Because Belenko was acting deputy commander of the 3rd Squadron, he customarily dined with the squadron commander, Yevgeny Petrovich Pankovsky. More often than not, by breakfast time Pankovsky’s day had already started unhappily. The regimental commander, Lieutenant Colonel Yevgeny Ivanovich Shevsov, rose early to survey the wreckage visited upon his domain during the night, and by six-thirty he had the squadron commanders before him to berate and degrade them for the most recent transgressions of their underlings.
Shevsov was a sorely troubled officer. This was his first command, and the difficulties besetting the regiment would have taxed the capacities of the wisest and most experienced leader. He did not quite know how to cope, but he tried mightily, shouting, threatening, and often ridiculing officers in front of one another and the men. Other pilots dubbed him the Monster, but to Belenko he looked more like a toothless boxer dog: short, husky, with receding red hair, a protruding jaw, and a face that seemed in perpetual motion, as if he were chewing or growling.
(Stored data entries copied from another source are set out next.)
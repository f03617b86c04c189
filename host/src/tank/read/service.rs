//! `[logging]`, `[device]` and `[power]`.

use super::field::{Range, field};
use super::section::Section;
use crate::tank::finding::Located;
use crate::tank::model::{Cell, Logging, Power, SensorSupply};
use crate::units::Quantity::{Charge, Current, Time, Voltage};

/// Longest interval, s.
const LONGEST_INTERVAL_S: f64 = 3600.0;
/// Longest time a sample may wait, s.
const LONGEST_WAIT_S: f64 = 600.0;

pub(super) fn logging(root: &mut Section<'_>) -> Option<Logging> {
    let mut section = root.table("logging", "[logging] with interval and idle_interval")?;
    let interval = Range::between(0.1, LONGEST_INTERVAL_S);
    let moving = section.need(field("interval", Time, interval, "\"10 s\", while it moves"));
    let idle = section.need(field("idle_interval", Time, interval, "\"60 s\", at rest"));
    let flush = section.need(field(
        "flush_after",
        Time,
        Range::between(0.0, LONGEST_WAIT_S),
        "\"60 s\", how long a sample may wait in memory that a power cut empties",
    ));
    section.finish();
    Some(Logging { interval_s: moving?, idle_interval_s: idle?, flush_after_s: flush? })
}

pub(super) fn device(root: &mut Section<'_>) -> Option<Located<String>> {
    let mut section = root.table("device", "[device] with id = \"pump house 7\"")?;
    let id = section.need_name("id", "\"pump house 7\", as the device reports it");
    section.finish();
    id
}

pub(super) fn power(root: &mut Section<'_>) -> Option<Power> {
    let mut section = root.table("power", "[power] with cell and sensor")?;
    let write = "{ capacity = \"19 Ah\", voltage = \"3.6 V\", efficiency = 0.85 }";
    let cell = section.need_table("cell", write).and_then(cell);
    let write = "{ voltage = \"12 V\", current = \"12 mA\", warm_up = \"0.3 s\" }";
    let sensor = section.need_table("sensor", write).and_then(sensor);
    let relay = section.take(field(
        "relay_current",
        Current,
        Range::NOT_NEGATIVE,
        "\"20 mA\", that holds the relay in while all is well",
    ));
    section.finish();
    Some(Power { cell: cell?, sensor: sensor?, relay_current_a: relay })
}

fn cell(mut section: Section<'_>) -> Option<Cell> {
    let capacity = section.need(field("capacity", Charge, Range::POSITIVE, "\"19 Ah\""));
    let voltage = section.need(field("voltage", Voltage, Range::POSITIVE, "\"3.6 V\""));
    let efficiency = section.need_ratio(
        "efficiency",
        Range::SHARE,
        "0.85, the share of its energy that reaches the circuit",
    );
    section.finish();
    Some(Cell { capacity_c: capacity?, voltage_v: voltage?, efficiency: efficiency? })
}

fn sensor(mut section: Section<'_>) -> Option<SensorSupply> {
    let voltage = section.need(field("voltage", Voltage, Range::POSITIVE, "\"12 V\""));
    let current = section.need(field("current", Current, Range::POSITIVE, "\"12 mA\""));
    let warm_up = section.need(field(
        "warm_up",
        Time,
        Range::between(0.0, 3600.0),
        "\"0.3 s\", from switching on to a valid reading",
    ));
    section.finish();
    Some(SensorSupply { voltage_v: voltage?, current_a: current?, warm_up_s: warm_up? })
}
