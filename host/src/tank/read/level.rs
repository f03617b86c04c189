//! `[level]` and `liquid.temperature_signal`.

use super::field::{Field, Range, field};
use super::section::Section;
use crate::tank::finding::{Located, Span};
use crate::tank::model::{
    Count, LevelSensor, Modbus, PressureReference, Sensing, Signal, TemperatureSignal,
    TemperatureSource,
};
use crate::units::Quantity::{
    self, AbsolutePressure, Length, Pressure, Ratio, TemperatureDifference, Time,
};

#[derive(Clone, Copy, PartialEq, Eq)]
enum Kind {
    Head,
    Innage,
    Ullage,
}

/// The three kinds of sensor with what they sense.
impl Kind {
    const WORDS: [(&'static str, Self); 3] =
        [("head", Self::Head), ("innage", Self::Innage), ("ullage", Self::Ullage)];

    const fn senses(self) -> Quantity {
        match self {
            Self::Head => Pressure,
            Self::Innage | Self::Ullage => Length,
        }
    }
}

pub(super) fn level(root: &mut Section<'_>) -> Option<LevelSensor> {
    let mut section = root.table("level", "[level] with sensor, at, uncertainty and signal")?;
    let span = section.span;
    section.refuse("check", "one level sensor is read; leave the second one out");
    let write = "\"head\" for a pressure transmitter, \"innage\" for a level above a zero, \
                 \"ullage\" for a distance down from above";
    let Some(kind) = section.need_choice("sensor", &Kind::WORDS, write) else {
        // Without its kind nothing else can be checked.
        return None;
    };
    let kind = kind.value;
    let sensing = sensing(&mut section, kind);
    let write = match kind {
        Kind::Head => "\"0.2 kPa\", the half-width that a reading never exceeds, as a pressure",
        _ => "\"5 mm\", the half-width that a reading never exceeds, as a length",
    };
    let uncertainty = section.need(field("uncertainty", kind.senses(), Range::NOT_NEGATIVE, write));
    let absolute = matches!(
        sensing,
        Some(Sensing::Head { reference, .. })
            if matches!(reference.value, PressureReference::Absolute { .. })
    );
    let sensed = if absolute { AbsolutePressure } else { kind.senses() };
    let signal = signal(&mut section, kind, sensed);
    let failed_after = section.take(field(
        "failed_after",
        Time,
        Range::POSITIVE,
        "\"60 s\", without a valid reading until \"cannot see\"",
    ));
    section.finish();
    Some(LevelSensor {
        sensing: sensing?,
        uncertainty: uncertainty?,
        signal,
        failed_after_s: failed_after,
        span,
    })
}

fn sensing(section: &mut Section<'_>, kind: Kind) -> Option<Sensing> {
    let write = match kind {
        Kind::Head => "\"0.15 m\", the height of the diaphragm; below the datum it is negative",
        Kind::Innage => "\"0 m\", the height of the sensor's zero",
        Kind::Ullage => "\"9.8 m\", the height that distances count from",
    };
    let at = section.need(field("at", Length, Range::ANY, write));
    match kind {
        Kind::Head => {
            let reference = reference(section);
            Some(Sensing::Head { at_m: at?, reference: reference? })
        }
        Kind::Innage => Some(Sensing::Innage { zero_m: at? }),
        Kind::Ullage => {
            let write = "\"0.3 %\", the part of the uncertainty that grows with the distance";
            let share = Range::between(0.0, 0.5);
            let of_distance = section.need(field("uncertainty_of_distance", Ratio, share, write));
            Some(Sensing::Ullage { reference_m: at?, uncertainty_of_distance: of_distance? })
        }
    }
}

fn reference(section: &mut Section<'_>) -> Option<Located<PressureReference>> {
    const WORDS: [(&str, u8); 3] = [("atmosphere", 0), ("gas space", 1), ("absolute", 2)];
    let write = "\"atmosphere\" for a vented transmitter, \"gas space\" for a differential one, \
                 \"absolute\" for one sealed against vacuum";
    let word = section.need_choice("reference", &WORDS, write)?;
    let reference = match word.value {
        0 => PressureReference::Atmosphere,
        1 => PressureReference::GasSpace,
        _ => {
            let air = section.need_rising_pair(field(
                "atmosphere",
                AbsolutePressure,
                Range::between(3e4, 1.2e5),
                "[\"97 kPa\", \"105 kPa\"], lowest and highest pressure of the air at the site",
            ));
            let [lowest, highest] = air?;
            PressureReference::Absolute { lowest_pa: lowest.value, highest_pa: highest.value }
        }
    };
    Some(Located::new(reference, word.span))
}

fn signal(section: &mut Section<'_>, kind: Kind, sensed: Quantity) -> Option<Located<Signal>> {
    const WRITE: &str = "write signal = { current_loop = [..] } or { modbus = {..} }";
    let mut table = section.table("signal", "{ current_loop = [..] } or { modbus = {..} }")?;
    let span = table.span;
    let (span_write, count_write) = match kind {
        Kind::Head => ("[\"0 kPa\", \"150 kPa\"], at 4 mA and at 20 mA", "\"10 Pa\", one count"),
        _ => ("[\"0 m\", \"10 m\"], at 4 mA and at 20 mA", "\"1 mm\", the value of one count"),
    };
    let read = if table.one_of(&["current_loop", "modbus"], WRITE)? == "modbus" {
        let scale = field("scale", kind.senses(), Range::POSITIVE, count_write);
        modbus(&mut table, scale).map(Signal::Modbus)
    } else {
        let ends = field("current_loop", sensed, Range::ANY, span_write);
        let ends = table.need_rising_pair(ends);
        ends.map(|[low, high]| Signal::CurrentLoop { at_4_ma: low.value, at_20_ma: high.value })
    };
    table.finish();
    read.map(|signal| Located::new(signal, span))
}

fn modbus(parent: &mut Section<'_>, scale: Field) -> Option<Modbus> {
    const COUNTS: [(&str, Count); 4] =
        [("u16", Count::U16), ("i16", Count::I16), ("u32", Count::U32), ("f32", Count::F32)];
    const WRITE: &str = "{ unit = 1, function = 4, register = 0, count = \"u16\", scale = .. }";
    let mut table = parent.need_table("modbus", WRITE)?;
    let unit = table.need_integer("unit", 1, 247, "1, the address of the unit");
    let function =
        table.need_integer("function", 3, 4, "3 for holding registers, 4 for input registers");
    let register =
        table.need_integer("register", 0, 65_535, "0, the first register, counted from zero");
    let count = table.need_choice("count", &COUNTS, "\"u16\", \"i16\", \"u32\" or \"f32\"");
    let scale = table.need(scale);
    table.finish();
    Some(Modbus {
        unit: u8::try_from(unit?.value).ok()?,
        function: u8::try_from(function?.value).ok()?,
        register: u16::try_from(register?.value).ok()?,
        count: count?.value,
        scale: scale?.value,
    })
}

/// The temperature sensor, a key of `[liquid]`.
pub(super) fn temperature_signal(liquid: &mut Section<'_>) -> Option<TemperatureSignal> {
    const WRITE: &str = "{ modbus = {..}, uncertainty = \"1 K\" } or { scale = \"0.0625 K\", \
                         uncertainty = \"1 K\" }";
    let scale = field(
        "scale",
        TemperatureDifference,
        Range::POSITIVE,
        "\"0.0625 K\", the value of one count",
    );
    let mut table = liquid.table("temperature_signal", WRITE)?;
    let span: Span = table.span;
    let chosen = table.one_of(&["modbus", "scale"], &format!("write temperature_signal = {WRITE}"));
    let source = match chosen {
        Some("modbus") => modbus(&mut table, scale).map(TemperatureSource::Modbus),
        Some(_) => table.need(scale).map(|s| TemperatureSource::Board { scale_k: s.value }),
        None => None,
    };
    let uncertainty = table.need(field(
        "uncertainty",
        TemperatureDifference,
        Range::NOT_NEGATIVE,
        "\"1 K\", the half-width that a reading never exceeds",
    ));
    table.finish();
    Some(TemperatureSignal { source: source?, uncertainty_k: uncertainty?, span })
}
Belenko greeted his squadron commander as always. “Good morning, Yevgeny Petrovich.”
“You think it’s a good morning? Do you know that already I got reamed? Did you know that our soldiers refused to eat breakfast this morning? They threw their food at the cooks, and one of them hit a cook.”
“Would you eat that food from their mess hall?”
“No.”
“I wouldn’t eat that food either. I think if we would take a pig from a good kolkhoz and put that pig in the mess hall, that pig would faint.”
“Well, I agree. But what can I do about it?”
At eight the regiment assembled on the asphalt parade ground before the staff headquarters buildings. Pilots stood at attention in the first rank; flight engineers, their assistants, and the enlisted men in succeeding ranks behind.
“Comrade Soldiers, Sergeants, and Officers!” Shevsov shouted. “Today we fly. Our mission is a vital mission, for we will fire rockets. The results of this important mission will depend on everybody, from soldiers to officers, working together. In spite of all our troubles here, we each must do our best today.
“We must remember that the Americans are not sleeping. We must remember that the Chinese are only a day’s march away. We must remember that aircraft, fuel, and rockets are expensive and that our government which supplies them is not a milk cow. We cannot afford soon to repeat this mission, so we must do it properly today.
“Now, next weekend we will give the Party a Communist Weekend. Everybody will work, officers and soldiers; everybody. Each squadron must gather sod and plant it over the aircraft bunkers so that from the sky they will appear to the Americans to be no more than green, grassy fields.
“I have one other announcement, a very serious announcement. Do you know that our regiment has a great lover? Do you know whom he loves? Not his faithful wife who waits far away, anxious to join him here as soon as quarters are ready; no, he loves a whore in the village, a common whore.” While the officers winced and the enlisted men snickered, Shevsov read aloud a telegram from the wife of a flight engineer, beseeching him to compel her husband to cease a dalliance of which she suspected him. “Here we have a big example of degenerate capitalist morality. Let this be a warning to all. Henceforth in our regiment we will abide by and tolerate only communist morality.